There is a risk of confusion here between local rep/shop steward (who may well be voted in, or more likely will get the job because no-one else wants it) and the full-time union official - the employee of the union dealing with this workplace.

For a problem like this, you should be dealing directly with the full-time union official, not your local shop steward.


----------



## Sue Ellen (7 May 2010)

1234 said:


> It would help if you could post some details of these allegations made again you.



It may also be necessary not to post too much identifying information on this matter.


----------



## alan11 (28 Aug 2010)

*up date*

Thanks for the responses.  An up date!
HR asked Manager for the allegations in writing and evidence, I was given this and responded in writing.  As a result of my response its no longer a disciplinary issue and I am being moved without prejudice to another unit and an investigator assigned.

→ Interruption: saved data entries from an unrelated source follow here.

//! The geometry step by step, the space that the fall takes, and where things are.
use super::formula::{Before, formula};
use super::value::{Block, Cell, Column, Kind, Row, Section, Table, column, digits};
use crate::quantity::{Dimension, UnitSystem, format_si};
use crate::sheet::Report;
use crate::sheet::places::{end_words, span_rows, stations, strike_words};
use crate::sheet::working::sums;

const STEPS: &[Column] = &[
    column("number", "step", Kind::Words),
    column("what", "what", Kind::Name),
    column("formula", "formula", Kind::Formula),
    column("numbers", "with numbers, SI", Kind::Formula),
    column("value", "value, SI", Kind::Number),
    column("shown", "in units of the sheet", Kind::Number),
];
const PLACES: &[Column] = &[
    column("what", "what", Kind::Name),
    column("offset", "offset from the fall line", Kind::Number),
    column("elevation", "elevation", Kind::Number),
];
const SPAN: &[Column] = &[column("what", "what", Kind::Name), column("value", "value", Kind::Number)];

/// How the last row of a sum begins.
const SUM: &str = "sum:";

/// The section of the geometry.
pub fn section(report: &Report, system: UnitSystem) -> Section {
    let estimate = &report.estimate;
    let mut blocks = Vec::new();
    if estimate.working.is_empty() {
        blocks.push(Block::words("The file states the free fall; there is no geometry to work out."));
    } else {
        let steps: Vec<_> = estimate.working.iter().map(|step| (step.what.clone(), step.value_m)).collect();
        blocks.push(table("geometry", "how the free fall is worked out", "G", &steps, system));
    }
    if report.scenario.place.anchor.is_none() && estimate.elevations.is_some_and(|e| e.anchor_m.is_some()) {
        blocks.push(Block::words(
            "The file states no elevation of the anchor: it is taken one length of the line above the attachment when taut.",
        ));
    }
    for (index, sum) in sums(&report.scenario, estimate.elevations.as_ref()).iter().enumerate() {
        let mut rows = sum.terms.clone();
        rows.push((format!("{SUM} clear space wanted below {}", sum.datum), sum.total_m()));
        let letter = if index == 0 { "A" } else { "B" };
        let caption = format!("space the fall takes, measured below {}", sum.datum);
        blocks.push(table(&format!("space_{}", index + 1), &caption, letter, &rows, system));
    }
    blocks.extend(span(report, system));
    blocks.extend(swing(report, system));
    Section::new("geometry", "Geometry, worked step by step", blocks)
}

fn table(id: &str, caption: &str, letter: &str, list: &[(String, f64)], system: UnitSystem) -> Block {
    let names: Vec<String> = (1..=list.len()).map(|n| format!("{letter}{n}")).collect();
    let all: Vec<Before<'_>> =
        list.iter().zip(&names).map(|((what, value_m), name)| Before { name, what, value_m: *value_m }).collect();
    let rows = all.iter().enumerate().map(|(index, step)| row(step, &all[..index], system)).collect();
    Block::Table(Table { id: id.to_owned(), caption: caption.to_owned(), columns: STEPS, rows })
}

fn row(step: &Before<'_>, before: &[Before<'_>], system: UnitSystem) -> Row {
    let [formula, numbers] = if step.what.starts_with(SUM) {
        let list = |show: &dyn Fn(&Before<'_>) -> String| before.iter().map(show).collect::<Vec<_>>().join(" + ");
        [list(&|step| step.name.to_owned()), list(&|step| digits(step.value_m))]
    } else {
        formula(step.what, before)
    };
    Row::new(vec![
        Cell::words(step.name),
        Cell::words(step.what),
        Cell::words(&formula),
        Cell::words(&numbers),
        Cell::si(step.value_m, "m"),
        Cell::shown(format_si(step.value_m, Dimension::Length, system), step.value_m, "m"),
    ])
}

fn span(report: &Report, system: UnitSystem) -> Option<Block> {
    let view = report.estimate.span.as_ref()?;
    let row = |what: &str, words: String| Row::new(vec![Cell::words(what), Cell::words(&words)]);
    let mut rows: Vec<Row> =
        span_rows(view).into_iter().map(|(what, value, of)| row(what, format_si(value, of, system))).collect();
    for (side, load) in ["left", "right"].iter().zip(&view.end_loads) {
        rows.push(row(&format!("load of the {side} support, towards the span and down"), end_words(load, system)));
    }
    let caption = "horizontal lifeline under the largest load".to_owned();
    Some(Block::Table(Table { id: "lifeline".to_owned(), caption, columns: SPAN, rows }))
}

fn swing(report: &Report, system: UnitSystem) -> Vec<Block> {
    let Some(view) = &report.estimate.plane else { return Vec::new() };
    let length = |m: f64| Cell::shown(format_si(m, Dimension::Length, system), m, "m");
    let rows = stations(view)
        .into_iter()
        .map(|(what, at)| Row::new(vec![Cell::words(what), length(at.offset_m), length(at.elevation_m)]))
        .collect();
    let caption = "places of the swing".to_owned();
    let strikes: Vec<String> = view.strikes.iter().map(|strike| strike_words(strike, system)).collect();
    let met = if strikes.is_empty() {
        Block::words("No face and no level is struck up to the first turn of the swing.")
    } else {
        Block::list(&strikes)
    };
    vec![Block::Table(Table { id: "swing".to_owned(), caption, columns: PLACES, rows }), met]
}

He interviewed all involved, I was given copies of the interviews.  Its horrible and frightening how far this manager went.  There was no complaint he trawled and he lied and made up false allegations.

The chair of the board backed up his manager 100% even though the story didn't stack up and he wrote a letter and went to a meeting asking for me to be sacked with out ever laying eyes on me.

I am happy to wait for the outcome of the investigation but I want some out come if the manager is not disciplined or demoted or the chair of the board resign or something to acknowledge the pain and stress they have caused me I want to sue.  
Is there a time limitation on this as the investigation may go on for another while yet.

Can some one really get away with waging a personal vendetta against an employee?  Its hard to believe but this guy was not going to allow me to work there was clearly determined to find something all allegations based on nothing.  Taking normal conversations out of context.


----------



## ajapale (28 Aug 2010)

alan11 said:


> I am in a union but they say I am in the process one day at a time and I ad to provide a written response and am back in the waiting game.




I agree with the union, you should follow the formal procedure through to conclusion.


----------